* What the exercise asks *
Show each line of the records below where the word "that" occurs.

* Source records *
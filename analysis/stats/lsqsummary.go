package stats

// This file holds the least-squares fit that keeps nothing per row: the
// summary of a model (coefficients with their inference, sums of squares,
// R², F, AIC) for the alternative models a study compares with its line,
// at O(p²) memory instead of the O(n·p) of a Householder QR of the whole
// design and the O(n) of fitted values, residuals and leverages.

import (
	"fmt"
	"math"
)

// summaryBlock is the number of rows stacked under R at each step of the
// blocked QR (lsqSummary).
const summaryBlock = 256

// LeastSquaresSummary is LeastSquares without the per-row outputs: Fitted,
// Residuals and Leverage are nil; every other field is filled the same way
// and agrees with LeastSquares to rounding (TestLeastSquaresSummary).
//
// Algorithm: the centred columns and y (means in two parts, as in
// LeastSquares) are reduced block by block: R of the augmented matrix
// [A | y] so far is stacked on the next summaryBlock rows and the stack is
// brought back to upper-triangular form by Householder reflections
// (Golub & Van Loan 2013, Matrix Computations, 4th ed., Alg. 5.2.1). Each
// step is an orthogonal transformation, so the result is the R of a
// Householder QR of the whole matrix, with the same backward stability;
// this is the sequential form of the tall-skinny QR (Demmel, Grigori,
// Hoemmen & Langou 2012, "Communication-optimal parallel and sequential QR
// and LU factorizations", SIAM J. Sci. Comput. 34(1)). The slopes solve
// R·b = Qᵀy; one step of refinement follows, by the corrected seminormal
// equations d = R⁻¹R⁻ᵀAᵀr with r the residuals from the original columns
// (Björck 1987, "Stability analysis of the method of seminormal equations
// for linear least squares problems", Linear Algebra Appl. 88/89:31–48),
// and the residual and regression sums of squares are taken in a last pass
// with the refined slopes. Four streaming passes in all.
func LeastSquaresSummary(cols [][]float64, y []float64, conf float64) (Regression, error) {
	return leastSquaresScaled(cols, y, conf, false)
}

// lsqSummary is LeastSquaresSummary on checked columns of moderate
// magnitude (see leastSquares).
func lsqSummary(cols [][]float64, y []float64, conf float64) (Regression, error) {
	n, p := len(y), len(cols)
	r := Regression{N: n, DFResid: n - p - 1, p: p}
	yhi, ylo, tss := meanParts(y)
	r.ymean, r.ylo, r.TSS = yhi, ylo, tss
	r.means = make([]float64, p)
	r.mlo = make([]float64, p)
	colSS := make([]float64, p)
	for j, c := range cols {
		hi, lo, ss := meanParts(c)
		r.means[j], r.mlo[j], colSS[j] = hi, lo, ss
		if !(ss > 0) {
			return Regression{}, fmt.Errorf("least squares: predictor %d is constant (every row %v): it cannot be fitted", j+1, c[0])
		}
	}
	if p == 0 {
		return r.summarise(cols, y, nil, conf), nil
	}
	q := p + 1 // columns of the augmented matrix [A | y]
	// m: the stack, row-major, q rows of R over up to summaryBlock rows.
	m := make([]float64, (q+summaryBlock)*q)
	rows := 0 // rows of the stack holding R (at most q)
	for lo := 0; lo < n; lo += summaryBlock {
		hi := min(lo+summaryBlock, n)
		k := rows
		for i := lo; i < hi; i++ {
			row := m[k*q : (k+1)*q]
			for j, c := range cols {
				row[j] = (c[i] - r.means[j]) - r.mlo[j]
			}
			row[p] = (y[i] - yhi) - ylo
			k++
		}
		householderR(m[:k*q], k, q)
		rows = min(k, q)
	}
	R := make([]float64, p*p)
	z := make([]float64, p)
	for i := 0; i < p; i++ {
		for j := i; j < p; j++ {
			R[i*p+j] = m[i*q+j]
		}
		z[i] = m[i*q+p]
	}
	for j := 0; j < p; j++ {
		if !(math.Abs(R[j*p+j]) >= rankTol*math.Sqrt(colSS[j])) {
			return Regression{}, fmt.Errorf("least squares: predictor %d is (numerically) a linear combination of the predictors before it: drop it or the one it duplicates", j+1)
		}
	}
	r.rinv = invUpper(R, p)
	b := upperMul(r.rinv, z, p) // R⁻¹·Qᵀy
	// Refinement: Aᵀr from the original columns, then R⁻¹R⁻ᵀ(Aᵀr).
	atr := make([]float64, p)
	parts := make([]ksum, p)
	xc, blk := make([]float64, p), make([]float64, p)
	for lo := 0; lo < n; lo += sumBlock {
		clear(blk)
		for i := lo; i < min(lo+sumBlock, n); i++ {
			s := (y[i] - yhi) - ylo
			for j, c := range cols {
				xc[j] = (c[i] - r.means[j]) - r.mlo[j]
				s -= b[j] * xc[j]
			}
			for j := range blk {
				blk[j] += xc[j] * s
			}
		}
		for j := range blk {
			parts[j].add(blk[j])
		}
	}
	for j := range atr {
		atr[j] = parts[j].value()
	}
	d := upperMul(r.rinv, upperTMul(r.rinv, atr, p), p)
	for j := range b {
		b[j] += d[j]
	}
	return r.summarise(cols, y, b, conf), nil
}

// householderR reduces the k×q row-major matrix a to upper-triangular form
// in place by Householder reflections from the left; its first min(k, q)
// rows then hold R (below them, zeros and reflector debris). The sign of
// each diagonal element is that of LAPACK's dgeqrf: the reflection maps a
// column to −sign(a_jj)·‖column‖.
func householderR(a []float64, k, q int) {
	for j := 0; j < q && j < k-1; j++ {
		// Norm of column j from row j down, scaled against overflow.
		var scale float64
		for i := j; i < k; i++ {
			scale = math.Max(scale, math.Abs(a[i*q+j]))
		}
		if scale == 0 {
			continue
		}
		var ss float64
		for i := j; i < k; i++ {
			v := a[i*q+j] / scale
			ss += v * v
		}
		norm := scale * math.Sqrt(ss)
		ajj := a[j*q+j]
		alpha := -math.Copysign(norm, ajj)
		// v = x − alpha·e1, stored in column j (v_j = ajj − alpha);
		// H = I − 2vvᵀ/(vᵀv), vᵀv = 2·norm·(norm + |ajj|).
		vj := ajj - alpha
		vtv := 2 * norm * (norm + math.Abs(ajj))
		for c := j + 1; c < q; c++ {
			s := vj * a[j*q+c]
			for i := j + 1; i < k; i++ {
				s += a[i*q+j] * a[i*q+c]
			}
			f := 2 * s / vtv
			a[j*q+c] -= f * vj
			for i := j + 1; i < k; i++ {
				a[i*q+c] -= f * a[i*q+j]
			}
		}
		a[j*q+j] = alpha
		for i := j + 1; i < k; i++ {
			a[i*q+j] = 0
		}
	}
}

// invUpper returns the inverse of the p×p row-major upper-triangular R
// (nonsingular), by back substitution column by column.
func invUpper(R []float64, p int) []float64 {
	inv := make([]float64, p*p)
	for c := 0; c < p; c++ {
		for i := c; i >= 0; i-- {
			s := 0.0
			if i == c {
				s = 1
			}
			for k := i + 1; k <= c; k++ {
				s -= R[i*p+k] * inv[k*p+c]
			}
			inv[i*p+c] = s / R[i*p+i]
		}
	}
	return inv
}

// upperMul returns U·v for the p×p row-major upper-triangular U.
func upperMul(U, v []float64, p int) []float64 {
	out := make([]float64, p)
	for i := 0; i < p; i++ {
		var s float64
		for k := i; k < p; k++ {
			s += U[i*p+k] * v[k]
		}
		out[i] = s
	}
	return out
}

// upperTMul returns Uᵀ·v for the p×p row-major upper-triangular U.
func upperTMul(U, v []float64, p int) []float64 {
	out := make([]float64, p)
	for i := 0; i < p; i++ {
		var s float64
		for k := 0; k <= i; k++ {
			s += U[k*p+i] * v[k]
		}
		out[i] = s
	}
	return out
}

* Your response *
// This file holds the least-squares fit that keeps nothing per row: the
// each diagonal element is that of LAPACK's dgeqrf: the reflection maps a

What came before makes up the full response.